Такова была фамилия одного известного западного политолога.
– Кошкин, – глуповато заулыбался Юрий Иванович и получил по рукам той самой линейкой, но перенес удар стоически, не поморщившись.
– Кошачьи локотки. Вы и язык за десять лет не удосужились в Вене выучить?
Можаев счел правильным промолчать, чтобы не отведать еще раз металлической линейки. Яроцкий кончал когда-то немецкую школу при Коминтерне. Его отец был переводчиком с русского на английский, поскольку при товарище Сталине подобные переводы не доверяли иностранцам.
Покончив с новостями, Виктор Ильич уткнул свой утиный нос в основной текст информационного бюллетеня, и Юрий Иванович перестал для него существовать, чем и воспользовался, тихо покинув зловещее пространство.
Бюллетень обычно подвергался основательной переделке, порой только для того, чтобы показать, кто тут кого важнее. Но сегодня происходило нечто другое. Грозный начальник стал принюхиваться, я ничего такого не чувствовал. Если дежурным выпускающим была бы дочка непростого генерала Татьяна, то пахло бы валерьянкой, но сегодня дежурил человек-гора по имени Алексей. Он от напряжения сильно потел и заранее устраивал тщательное омовение в прекрасном туалете на четвертом этаже, даже если не было горячей воды. И делал это как раз перед приходом Яроцкого к пяти утра.

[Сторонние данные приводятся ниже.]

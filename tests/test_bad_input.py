"""Broken wire files: one line that names file and key, exit code 2, and never anything but an `InputError`."""

from __future__ import annotations

import copy
import json
import math
import random
import tomllib
from collections.abc import Iterator
from pathlib import Path
from typing import Any

import pytest

from wiresolve.describe import wirefile
from wiresolve.describe.problem import Problem
from wiresolve.errors import InputError

GEOMETRIES = sorted((Path(__file__).resolve().parents[1] / "geometries").glob("*.toml"))
GOOD = """
title = "good"
[section]
shape = "circle"
diameter = "10 nm"
material = "probe"
[[section.layers]]
thickness = "2 nm"
material = "wall"
[materials.probe]
electron_mass = 0.05
conduction_edge = "0 eV"
source = "invented"
[materials.wall]
inverse_mass = [[10, 1, 0], [1, 10, 0], [0, 0, 10]]
conduction_edge = "0.3 eV"
[potential]
field = ["0.01 V/nm", "0 V/nm"]
[orientation]
axis = [1, 1, 0]
up = [0, 0, 1]
[carriers]
kind = "electrons"
temperature = "300 K"
[accuracy]
subbands = 4
energy = "0.1 meV"
"""
LAYER = '[[section.layers]]\nthickness = "2 nm"\nmaterial = "wall"\n'
CIRCLE = 'shape = "circle"\ndiameter = "10 nm"'


def polygon(points: str) -> tuple[str, str]:
    """A change of the good file's circle to a polygon without the layer's mitre in the way."""
    return CIRCLE, f'shape = "polygon"\nunit = "nm"\npoints = {points}'


# What is replaced by what, and what the message must hold.
CASES: dict[str, tuple[str, str, tuple[str, ...]]] = {
    "unknown key": ("diameter =", "diametre =", ("section.diametre", "a circle", "'diameter'")),
    "unknown table": ("[accuracy]", "[acuracy]", ("acuracy", "'accuracy'")),
    "unknown key of a layer": ("thickness =", "thicknes =", ("section.layers[1].thicknes", "'thickness'")),
    "unknown key of a material": ("electron_mass", "electron_mas", ("materials.probe.electron_mas", "'electron_mass'")),
    "another shape's key": (CIRCLE, f'{CIRCLE}\nwidth = "3 nm"', ("section.width", "a circle", "diameter")),
    "unknown shape": ('"circle"', '"circel"', ("section.shape", "'circle'", '"hexagon"')),
    "no shape": ('shape = "circle"\n', "", ("section.shape", "is missing")),
    "shape is a number": ('"circle"', "7", ("section.shape", "got 7")),
    "no size": ('diameter = "10 nm"\n', "", ("section.diameter", "is missing", 'diameter = "10 nm"')),
    "outline of nowhere": (CIRCLE, 'shape = "outline"\nfile = "a.csv"', ("section.file", "no folder to look in")),
    "mesh of a material": (CIRCLE, 'shape = "mesh"', ("section.material", "no key of a mesh")),
    "potential of nowhere": ("[potential]", '[potential]\nfile = "v.csv"', ("potential.file", "no folder to look in")),
    "bare number": ('"10 nm"', "10", ("section.diameter", "needs its unit", 'diameter = "10 nm"')),
    "bare energy": ('"0.1 meV"', "0.1", ("accuracy.energy", 'energy = "0.1 meV"')),
    "unitless accuracy": ('"0.1 meV"', '"0.1"', ("accuracy.energy", 'energy = "0.1 meV"')),
    "accuracy in nm": ('"0.1 meV"', '"0.1 nm"', ("accuracy.energy", 'energy = "0.1 meV"')),
    "bare Fermi level": ("subbands", "fermi_level = 0.1\nsubbands", ("accuracy.fermi_level", "[carriers]")),
    "decimal comma": ('"10 nm"', '"20,5 nm"', ("section.diameter", "decimal point", 'diameter = "20.5 nm"')),
    "length in um": ('"10 nm"', '"20 um"', ("section.diameter", "got '20 um'", "10000 nm")),
    "layer in um": ('"2 nm"', '"0.6 um"', ("section.layers[1].thickness", "got '0.6 um'")),
    "temperature in mK": ('"300 K"', '["4 K", "3e6 mK"]', ("carriers.temperature", "got '3e6 mK'")),
    "layers at the top": ("[[section.layers]]", "[[layers]]", ("layers: ", "write [[section.layers]]")),
    "patches at the top": ("[[section.layers]]", "[[patches]]", ("patches: ", "write [[section.patches]]")),
    "radius": ("diameter =", "radius =", ("section.radius", "did you mean 'diameter'? (twice the radius)")),
    "size of a circle": ("diameter =", "size =", ("section.size", "did you mean 'diameter'?")),
    "width of a circle": ("diameter =", "width =", ("section.width", "did you mean 'diameter'?")),
    "diameter of a hexagon": (
        '"circle"',
        '"hexagon"',
        ("section.diameter", "did you mean 'across_flats' or 'across_corners'?"),
    ),
    "title in a table": (CIRCLE, f'{CIRCLE}\ntitle = "late"', ("section.title", "above the first table")),
    "temp": ("temperature =", "temp =", ("carriers.temp", "did you mean 'temperature'?")),
    "mass": ("electron_mass", "mass", ("materials.probe.mass", "did you mean 'electron_mass'?")),
    "the start of a key": ("[accuracy]", "fermi = 3\n[accuracy]", ("carriers.fermi", "did you mean 'fermi_level'?")),
    "missing unit": ('"10 nm"', '"10"', ("section.diameter", "unit is missing")),
    "wrong unit": ('"10 nm"', '"10 eV"', ("section.diameter", "must be a length", "unit of energy")),
    "unknown unit": ('"10 nm"', '"10 parsec"', ("section.diameter", "'parsec'", "nm")),
    "negative": ('"10 nm"', '"-10 nm"', ("section.diameter", "must be positive")),
    "zero": ('"10 nm"', '"0 nm"', ("section.diameter", "must be positive")),
    "one metre": ('"10 nm"', '"1 m"', ("section.diameter", "10000 nm")),
    "below an atom": ('"10 nm"', '"1e-6 nm"', ("section.diameter", "0.1 nm")),
    "length is nan": ('"10 nm"', '"nan nm"', ("section.diameter", "finite")),
    "rotation of a circle": (CIRCLE, f'{CIRCLE}\nrotation = "400 deg"', ("section.rotation", "360")),
    "corner of a circle": (CIRCLE, f'{CIRCLE}\ncorner_radius = "1 nm"', ("section.corner_radius", "no corners")),
    "mass is nan": ("0.05", "nan", ("materials.probe.electron_mass", "finite")),
    "mass is inf": ("0.05", "inf", ("materials.probe.electron_mass", "finite")),
    "mass is negative": ("0.05", "-0.05", ("materials.probe.electron_mass", "positive")),
    "mass is text": ("0.05", '"heavy"', ("materials.probe.electron_mass", "number", "'heavy'")),
    "mass is a huge number": ("0.05", "9" * 4000, ("beyond the 64 bits",)),
    "inverse mass not symmetric": ("[1, 10, 0]", "[2, 10, 0]", ("materials.wall.inverse_mass", "symmetric")),
    "inverse mass not definite": ("[0, 0, 10]", "[0, 0, -10]", ("materials.wall.inverse_mass", "positive definite")),
    "inverse mass of the wrong size": ("[0, 0, 10]]", "]", ("materials.wall.inverse_mass", "3 x 3")),
    "no material": ('material = "probe"\n', "", ("section.material", "is missing")),
    "unknown material": ('material = "probe"', 'material = "GaAz"', ("section.material", "'GaAs'")),
    "nearest own material": ('material = "probe"', 'material = "prob"', ("section.material", "'probe'")),
    "alloy fraction": ('material = "probe"', 'material = "Al1.7Ga-0.7As"', ("section.material", "between 0 and 1")),
    "no common scale": ('material = "probe"', 'material = "GaAs"', ("section", "no common offset scale")),
    "no edge": ('conduction_edge = "0.3 eV"', "", ("materials.wall.conduction_edge", "one scale")),
    "all void": (f'material = "probe"\n{LAYER}', 'material = "void"\n', ("section.material", "nothing is left")),
    "all excluded": (
        f'material = "probe"\n{LAYER}',
        f'material = "void"\n{LAYER}carriers = "excluded"\n',
        ("section.material", "nothing is left"),
    ),
    "patch over all": (
        LAYER,
        f'{LAYER}[[section.patches]]\nshape = "circle"\ndiameter = "15 nm"\nmaterial = "void"\n',
        ("section.patches", "nothing for carriers"),
    ),
    "layer too thin": ('"2 nm"', '"1e-9 nm"', ("section.layers[1].thickness", "0.05 nm")),
    "layer negative": ('"2 nm"', '"-2 nm"', ("section.layers[1].thickness", "positive")),
    "layer too thick": ('"2 nm"', '"600 nm"', ("section.layers[1].thickness", "50 times")),
    "layers is one table": ("[[section.layers]]", "[section.layers]", ("section.layers", "[[section.layers]]")),
    "layers is a number": (LAYER, "layers = 3\n", ("section.layers", "list of tables")),
    "section is a list": ("[section]", "[[section]]", ("section", "list of tables")),
    "bow-tie": (*polygon("[[0,0],[10,10],[10,0],[0,10]]"), ("section.points", "point 1 to 2", "point 3 to 4")),
    "two points": (*polygon("[[0,0],[10,10]]"), ("section.points", "at least 3")),
    "collinear": (*polygon("[[0,0],[5,5],[10,10]]"), ("section.points", "one line")),
    "repeated point": (*polygon("[[0,0],[10,0],[10,0],[0,10]]"), ("section.points", "points 2 and 3 coincide")),
    "closed by hand": (*polygon("[[0,0],[10,0],[0,10],[0,0]]"), ("section.points", "leave the last point out")),
    "points with units": (*polygon('[["0 nm",0],[10,0],[0,10]]'), ("section.points[1]", "'unit'")),
    "points are numbers": (*polygon("[1,2,3]"), ("section.points[1]", "pair")),
    "points are text": (*polygon('"many"'), ("section.points", "pairs")),
    "point is inf": (*polygon("[[0,0],[10,0],[inf,10]]"), ("section.points[3]", "finite")),
    "points without unit": (
        CIRCLE,
        'shape = "polygon"\npoints = [[0,0],[10,0],[0,10]]',
        ("section.unit", "is missing"),
    ),
    "points in eV": (
        CIRCLE,
        'shape = "polygon"\nunit = "eV"\npoints = [[0,0],[10,0],[0,10]]',
        ("section.unit", "length"),
    ),
    "zero states": ("subbands = 4", "subbands = 0", ("accuracy.subbands", "1 to 500")),
    "states text": ("subbands = 4", 'subbands = "many"', ("accuracy.subbands", "'many'")),
    "states fraction": ("subbands = 4", "subbands = 4.5", ("accuracy.subbands", "4.5")),
    "states true": ("subbands = 4", "subbands = true", ("accuracy.subbands", "True")),
    "a million states": ("subbands = 4", "subbands = 1000000", ("accuracy.subbands", "1000000")),
    "accuracy zero": ('"0.1 meV"', '"0 meV"', ("accuracy.energy", "positive")),
    "accuracy silly": ('"0.1 meV"', '"1e-40 meV"', ("accuracy.energy", "1e-09 eV")),
    "negative temperature": ('"300 K"', '"-3 K"', ("carriers.temperature", "0 K")),
    "no temperature": ('temperature = "300 K"\n', "", ("carriers.temperature", "is missing")),
    "temperature of many": ('"300 K"', '["300 K", "x"]', ("carriers.temperature[2]",)),
    "holes": ('"electrons"', '"holes"', ("carriers.kind", "bands mix")),
    "muons": ('"electrons"', '"muons"', ("carriers.kind", "'muons'")),
    "no carriers": ('[carriers]\nkind = "electrons"\ntemperature = "300 K"\n', "", ("carriers", "[carriers]")),
    "not orthogonal": ("[0, 0, 1]", "[0, 1, 0]", ("orientation.up", "up = [-1, 1, 0]")),
    "no axis": ("[1, 1, 0]", "[0, 0, 0]", ("orientation.axis", "zero")),
    "axis of texts": ("axis = [1, 1, 0]", 'axis = ["1", 1, 0]', ("orientation.axis[1]", "whole number")),
    "field of one": ('["0.01 V/nm", "0 V/nm"]', '["0.01 V/nm"]', ("potential.field", "list of two")),
    "field in V": ('"0.01 V/nm"', '"0.01 V"', ("potential.field[1]", "unit of voltage")),
    "harmonic half": ("[potential]", '[potential]\nharmonic = {x = "5 meV"}', ("potential.harmonic.y", "is missing")),
    "title is a number": ('"good"', "3", ("title", "text")),
    "offset without unit": (CIRCLE, f"{CIRCLE}\noffset = 0.1", ("section.offset", 'offset = "0.1 eV"')),
    "carriers misspelt": (CIRCLE, f'{CIRCLE}\ncarriers = "exclude"', ("section.carriers", "'excluded'")),
    "a date": ('"10 nm"', "2001-01-01", ("section.diameter", "quotes")),
    "not TOML": ("[section]", "[section", ("is not TOML", "line")),
    "duplicate key": (CIRCLE, f'shape = "circle"\n{CIRCLE}', ("holds shape twice, the second time in line",)),
    "bare accuracy in eV": ('"0.1 meV"', "1e-4", ("accuracy.energy", 'energy = "0.1 meV"')),
    "Fermi energy": ("[accuracy]", "fermi_energy = 3\n[accuracy]", ("carriers.fermi_energy", "'fermi_level'")),
    "square": ('"circle"', '"square"', ("section.shape", "did you mean 'rectangle'?")),
    "ampere for Angstrom": ('"10 nm"', '"100 A"', ("section.diameter", "use Angstrom")),
}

Я сидел напротив за журнальным столиком. К тому времени Виктор Ильич почти не мог без меня обходиться. Во-первых, ему нужен был зритель, чтобы иметь вдохновение в своих бесконечных проделках; во-вторых, я научился находить подобие примирения в ситуациях, казалось бы, безнадежных. Точнее, я верил, что нахожу его. На деле выносить такого рода скандалы за пределы редакции было смерти подобно для самого же руководителя, и он с трудом, но удерживал себя от полного бешенства.
– Что-то не так? – поинтересовался я, глядя на его сверхчувствительный нос.
– Мерзость какая-то, не могу читать, – буркнул он.
Тут в дверном проеме имел неосторожность появиться вспотевший Алексей с какими-то новыми бумагами.
– Где вы были? – возвысил голос Яроцкий.
– Мне трудно сказать.
– Что за тайна?
– Виктор Ильич, я забежал в уборную.
– Меня это не интересует. Куда вы смотрели?
– Куда? – испугался атлет и две большие капли пота упали с его лба.
– Какой идиот написал? Глядите! Сюда! Сюда! Сюда! Дж. Хау! Какой Дж. Хау? Он же барон. Сэр Джеффри! Сэр Джеффри Хау! Вбейте себе это в свою пустую башку!
Яроцкий задохнулся от негодования.
– Машинистка опечаталась, – попытался оправдаться Алексей.
– А вы здесь за болвана в польском преферансе?!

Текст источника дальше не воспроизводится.